• WORK ORDER
Lines after the one containing "of slice k;" are to be omitted; print exactly each line from the start of the records up to and including it.

== Segment start ==

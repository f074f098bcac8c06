"""What the acquisition-bundle checks share: reading a bundle folder with nibabel and printing the
facts (acquisition_bundle_check.py for 2D results, volume_acquisition_check.py for volumes)."""
import json
import os

import nibabel
import numpy as np


def read_bundle(folder):
    """acquisition.json, the acquisition.nii image and its array [u, v, w, coil], and the table rows."""
    header = json.load(open(os.path.join(folder, "acquisition.json")))
    kspace_file = nibabel.load(os.path.join(folder, "acquisition.nii"))
    rows = np.array(header["table"]["rows"], dtype=np.int64).reshape(-1, 3)
    return header, kspace_file, np.asanyarray(kspace_file.dataobj), rows


def zero_filled_volume(folder):
    """images.nii's zero-filled volume as [z, row, x]: voxel (i, j, k) is column i, row ny − 1 − j
    of slice k; the volumes are named in descrip."""
    images_file = nibabel.load(os.path.join(folder, "images.nii"))
    images = np.asanyarray(images_file.dataobj)
    names = images_file.header["descrip"].tobytes().decode("latin1").rstrip("\x00").split(": ")[1].split(",")
    return images[:, :, :, names.index("zero-filled")].T[:, ::-1, :]


def print_facts(kspace_file, grid, rows, numpy_image, service_image, **counts):
    """One JSON object: the NIfTI facts, the table's count, the given counts, and the largest
    difference of numpy's image from the service's relative to the service's maximum."""
    print(json.dumps({
        "source": "nibabel " + nibabel.__version__ + ", numpy " + np.__version__,
        "dtype": str(grid.dtype),
        "shape": [int(v) for v in grid.shape],
        "datatype": int(kspace_file.header["datatype"]),
        "tableCount": int(rows.shape[0]),
        **{name: int(value) for name, value in counts.items()},
        "maxRelativeDifference": float(np.max(np.abs(numpy_image - service_image)) / np.max(service_image)),
    }))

== Segment end ==

• WORKED SOLUTION
repository f074f098bcac8c06
"""What the acquisition-bundle checks share: reading a bundle folder with nibabel and printing the
facts (acquisition_bundle_check.py for 2D results, volume_acquisition_check.py for volumes)."""
import json
import os

import nibabel
import numpy as np


def read_bundle(folder):
    """acquisition.json, the acquisition.nii image and its array [u, v, w, coil], and the table rows."""
    header = json.load(open(os.path.join(folder, "acquisition.json")))
    kspace_file = nibabel.load(os.path.join(folder, "acquisition.nii"))
    rows = np.array(header["table"]["rows"], dtype=np.int64).reshape(-1, 3)
    return header, kspace_file, np.asanyarray(kspace_file.dataobj), rows


def zero_filled_volume(folder):
    """images.nii's zero-filled volume as [z, row, x]: voxel (i, j, k) is column i, row ny − 1 − j
    of slice k; the volumes are named in descrip."""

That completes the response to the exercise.